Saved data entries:
# # # #

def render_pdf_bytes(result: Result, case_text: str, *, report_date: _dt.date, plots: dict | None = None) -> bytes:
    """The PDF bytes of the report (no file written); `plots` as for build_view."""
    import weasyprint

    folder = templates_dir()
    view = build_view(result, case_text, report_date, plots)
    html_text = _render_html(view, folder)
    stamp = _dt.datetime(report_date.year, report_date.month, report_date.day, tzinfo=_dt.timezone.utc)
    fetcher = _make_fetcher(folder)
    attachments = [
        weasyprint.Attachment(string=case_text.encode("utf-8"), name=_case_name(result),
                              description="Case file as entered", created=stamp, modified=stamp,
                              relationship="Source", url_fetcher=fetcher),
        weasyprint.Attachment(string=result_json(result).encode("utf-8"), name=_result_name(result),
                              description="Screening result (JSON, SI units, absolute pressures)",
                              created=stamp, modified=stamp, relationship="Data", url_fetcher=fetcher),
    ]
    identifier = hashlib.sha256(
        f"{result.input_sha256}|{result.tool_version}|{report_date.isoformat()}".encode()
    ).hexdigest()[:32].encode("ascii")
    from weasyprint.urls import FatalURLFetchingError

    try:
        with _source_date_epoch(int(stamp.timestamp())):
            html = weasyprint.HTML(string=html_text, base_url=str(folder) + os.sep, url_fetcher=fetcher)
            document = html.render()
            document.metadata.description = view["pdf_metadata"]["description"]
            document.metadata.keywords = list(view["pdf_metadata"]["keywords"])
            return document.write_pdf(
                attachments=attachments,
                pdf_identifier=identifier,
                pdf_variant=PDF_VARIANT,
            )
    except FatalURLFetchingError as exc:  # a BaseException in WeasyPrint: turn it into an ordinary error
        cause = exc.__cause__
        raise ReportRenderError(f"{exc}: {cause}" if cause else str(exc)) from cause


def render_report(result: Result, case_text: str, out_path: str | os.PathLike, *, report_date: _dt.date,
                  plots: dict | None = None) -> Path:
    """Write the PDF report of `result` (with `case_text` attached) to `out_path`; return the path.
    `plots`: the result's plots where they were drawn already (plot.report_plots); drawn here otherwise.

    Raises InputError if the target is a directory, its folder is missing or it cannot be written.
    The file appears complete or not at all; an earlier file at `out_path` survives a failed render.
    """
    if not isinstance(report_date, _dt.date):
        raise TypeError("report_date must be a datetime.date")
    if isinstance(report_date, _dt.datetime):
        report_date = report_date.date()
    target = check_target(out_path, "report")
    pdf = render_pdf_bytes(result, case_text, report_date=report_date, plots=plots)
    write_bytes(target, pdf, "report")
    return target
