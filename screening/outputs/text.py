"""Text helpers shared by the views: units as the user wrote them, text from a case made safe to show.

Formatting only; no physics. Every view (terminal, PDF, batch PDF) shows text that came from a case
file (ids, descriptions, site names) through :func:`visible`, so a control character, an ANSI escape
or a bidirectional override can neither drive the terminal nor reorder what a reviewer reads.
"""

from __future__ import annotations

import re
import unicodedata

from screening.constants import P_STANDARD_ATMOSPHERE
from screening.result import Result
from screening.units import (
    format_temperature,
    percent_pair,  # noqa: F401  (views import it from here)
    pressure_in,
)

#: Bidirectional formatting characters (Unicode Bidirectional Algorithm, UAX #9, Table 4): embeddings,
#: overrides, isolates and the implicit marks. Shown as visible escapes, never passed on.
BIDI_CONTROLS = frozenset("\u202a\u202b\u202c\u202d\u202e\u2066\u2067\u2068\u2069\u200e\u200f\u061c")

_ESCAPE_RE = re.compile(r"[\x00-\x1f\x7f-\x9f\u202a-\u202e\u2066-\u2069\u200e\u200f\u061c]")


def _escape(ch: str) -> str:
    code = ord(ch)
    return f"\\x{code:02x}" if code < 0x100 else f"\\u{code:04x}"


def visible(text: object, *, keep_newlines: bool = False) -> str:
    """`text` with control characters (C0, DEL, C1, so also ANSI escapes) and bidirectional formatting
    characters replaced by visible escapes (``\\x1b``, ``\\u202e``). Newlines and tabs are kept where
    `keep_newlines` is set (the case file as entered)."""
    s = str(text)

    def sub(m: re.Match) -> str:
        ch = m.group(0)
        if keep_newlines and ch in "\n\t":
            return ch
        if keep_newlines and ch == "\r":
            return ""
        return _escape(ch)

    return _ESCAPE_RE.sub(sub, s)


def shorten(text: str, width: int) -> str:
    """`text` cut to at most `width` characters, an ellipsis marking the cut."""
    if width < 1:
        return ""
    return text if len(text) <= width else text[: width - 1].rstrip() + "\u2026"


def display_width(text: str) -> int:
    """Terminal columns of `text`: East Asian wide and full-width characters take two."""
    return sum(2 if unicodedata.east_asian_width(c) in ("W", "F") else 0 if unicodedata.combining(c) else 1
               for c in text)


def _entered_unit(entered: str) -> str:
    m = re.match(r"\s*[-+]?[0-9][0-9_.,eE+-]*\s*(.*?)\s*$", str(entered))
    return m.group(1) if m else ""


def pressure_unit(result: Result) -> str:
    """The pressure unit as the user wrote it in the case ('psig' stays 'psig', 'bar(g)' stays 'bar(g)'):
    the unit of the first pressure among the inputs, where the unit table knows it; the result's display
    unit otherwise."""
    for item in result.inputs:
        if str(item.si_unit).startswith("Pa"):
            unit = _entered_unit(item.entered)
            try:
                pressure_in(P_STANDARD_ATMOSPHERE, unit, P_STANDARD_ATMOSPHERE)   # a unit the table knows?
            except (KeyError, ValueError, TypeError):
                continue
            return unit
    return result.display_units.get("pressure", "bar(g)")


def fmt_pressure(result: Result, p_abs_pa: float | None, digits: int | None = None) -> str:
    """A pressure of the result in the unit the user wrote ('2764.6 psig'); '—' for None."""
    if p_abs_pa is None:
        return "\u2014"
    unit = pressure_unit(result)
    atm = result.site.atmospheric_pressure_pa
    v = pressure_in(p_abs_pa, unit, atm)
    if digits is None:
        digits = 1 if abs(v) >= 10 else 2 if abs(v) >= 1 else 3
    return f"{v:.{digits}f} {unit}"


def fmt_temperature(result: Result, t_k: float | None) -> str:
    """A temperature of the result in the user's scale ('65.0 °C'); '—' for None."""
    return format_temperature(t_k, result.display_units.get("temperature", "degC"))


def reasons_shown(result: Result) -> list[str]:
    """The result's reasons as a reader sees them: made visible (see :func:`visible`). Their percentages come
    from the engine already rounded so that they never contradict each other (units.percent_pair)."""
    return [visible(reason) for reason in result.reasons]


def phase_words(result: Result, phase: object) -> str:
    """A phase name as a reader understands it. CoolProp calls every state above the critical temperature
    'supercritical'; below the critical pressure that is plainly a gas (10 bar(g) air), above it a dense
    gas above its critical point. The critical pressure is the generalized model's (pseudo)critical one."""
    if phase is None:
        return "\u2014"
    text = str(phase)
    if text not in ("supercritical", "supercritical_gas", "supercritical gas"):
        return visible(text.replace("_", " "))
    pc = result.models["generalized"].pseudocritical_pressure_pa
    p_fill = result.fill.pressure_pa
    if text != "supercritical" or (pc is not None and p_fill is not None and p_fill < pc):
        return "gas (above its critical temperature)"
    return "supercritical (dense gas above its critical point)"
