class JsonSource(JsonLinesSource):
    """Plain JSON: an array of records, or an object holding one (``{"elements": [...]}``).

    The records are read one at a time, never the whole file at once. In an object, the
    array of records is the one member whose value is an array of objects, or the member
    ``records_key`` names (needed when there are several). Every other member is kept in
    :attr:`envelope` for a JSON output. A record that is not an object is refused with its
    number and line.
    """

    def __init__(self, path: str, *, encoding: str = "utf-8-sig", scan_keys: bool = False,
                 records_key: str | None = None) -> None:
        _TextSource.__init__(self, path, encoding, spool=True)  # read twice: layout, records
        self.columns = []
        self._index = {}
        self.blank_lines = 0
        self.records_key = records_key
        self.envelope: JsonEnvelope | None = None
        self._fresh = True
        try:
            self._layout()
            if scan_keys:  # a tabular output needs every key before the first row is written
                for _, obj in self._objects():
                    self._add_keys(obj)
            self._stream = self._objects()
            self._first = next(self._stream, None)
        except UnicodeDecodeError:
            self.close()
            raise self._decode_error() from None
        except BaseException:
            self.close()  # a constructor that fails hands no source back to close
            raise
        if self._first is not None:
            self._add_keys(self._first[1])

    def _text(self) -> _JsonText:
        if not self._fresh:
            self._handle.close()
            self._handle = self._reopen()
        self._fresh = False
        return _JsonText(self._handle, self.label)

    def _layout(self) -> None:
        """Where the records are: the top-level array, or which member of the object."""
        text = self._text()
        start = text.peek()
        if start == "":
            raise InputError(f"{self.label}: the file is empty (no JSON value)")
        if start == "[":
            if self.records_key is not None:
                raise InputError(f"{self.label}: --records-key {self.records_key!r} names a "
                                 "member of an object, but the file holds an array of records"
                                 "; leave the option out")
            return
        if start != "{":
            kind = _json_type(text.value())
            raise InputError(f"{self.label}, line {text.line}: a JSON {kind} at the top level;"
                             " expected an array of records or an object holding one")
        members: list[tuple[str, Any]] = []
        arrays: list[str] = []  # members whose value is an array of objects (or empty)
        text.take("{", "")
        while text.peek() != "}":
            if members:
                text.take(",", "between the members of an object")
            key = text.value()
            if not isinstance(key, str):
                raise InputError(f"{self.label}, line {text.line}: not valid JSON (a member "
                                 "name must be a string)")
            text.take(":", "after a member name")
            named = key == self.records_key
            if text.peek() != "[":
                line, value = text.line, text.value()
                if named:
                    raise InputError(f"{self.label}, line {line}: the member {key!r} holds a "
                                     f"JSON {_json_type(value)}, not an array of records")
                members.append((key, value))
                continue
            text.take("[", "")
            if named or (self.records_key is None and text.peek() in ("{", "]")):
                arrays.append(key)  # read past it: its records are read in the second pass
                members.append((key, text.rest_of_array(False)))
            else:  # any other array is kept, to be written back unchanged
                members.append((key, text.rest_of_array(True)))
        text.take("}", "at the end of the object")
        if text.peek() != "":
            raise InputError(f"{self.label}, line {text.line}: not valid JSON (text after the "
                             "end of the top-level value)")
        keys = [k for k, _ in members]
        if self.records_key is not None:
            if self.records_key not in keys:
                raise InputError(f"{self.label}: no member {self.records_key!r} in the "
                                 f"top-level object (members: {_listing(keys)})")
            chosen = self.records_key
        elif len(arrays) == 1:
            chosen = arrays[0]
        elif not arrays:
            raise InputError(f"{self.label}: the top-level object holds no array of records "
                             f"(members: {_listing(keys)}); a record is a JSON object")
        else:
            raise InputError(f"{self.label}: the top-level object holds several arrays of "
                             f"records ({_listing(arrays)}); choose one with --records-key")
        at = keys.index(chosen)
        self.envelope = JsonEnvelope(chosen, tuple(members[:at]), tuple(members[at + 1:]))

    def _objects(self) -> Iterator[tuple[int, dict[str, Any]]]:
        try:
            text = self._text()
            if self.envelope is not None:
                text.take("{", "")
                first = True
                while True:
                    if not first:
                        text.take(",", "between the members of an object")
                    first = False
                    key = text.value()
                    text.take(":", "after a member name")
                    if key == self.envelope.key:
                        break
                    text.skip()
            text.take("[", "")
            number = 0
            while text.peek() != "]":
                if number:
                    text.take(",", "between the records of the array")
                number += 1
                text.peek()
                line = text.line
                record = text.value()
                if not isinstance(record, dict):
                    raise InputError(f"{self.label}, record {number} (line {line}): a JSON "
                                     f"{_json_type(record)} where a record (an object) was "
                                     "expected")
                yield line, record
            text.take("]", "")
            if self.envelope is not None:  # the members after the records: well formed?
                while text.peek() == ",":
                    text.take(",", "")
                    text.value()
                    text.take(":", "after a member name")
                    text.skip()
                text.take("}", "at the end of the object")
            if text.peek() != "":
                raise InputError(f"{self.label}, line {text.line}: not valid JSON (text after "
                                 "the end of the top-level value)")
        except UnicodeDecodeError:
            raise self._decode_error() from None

# # # #

_Exercise requirements_.
Report, from the entries above, each line where "folder" is found.

_Response box_.
    folder = templates_dir()
    html_text = _render_html(view, folder)
    fetcher = _make_fetcher(folder)
            html = weasyprint.HTML(string=html_text, base_url=str(folder) + os.sep, url_fetcher=fetcher)
    Raises InputError if the target is a directory, its folder is missing or it cannot be written.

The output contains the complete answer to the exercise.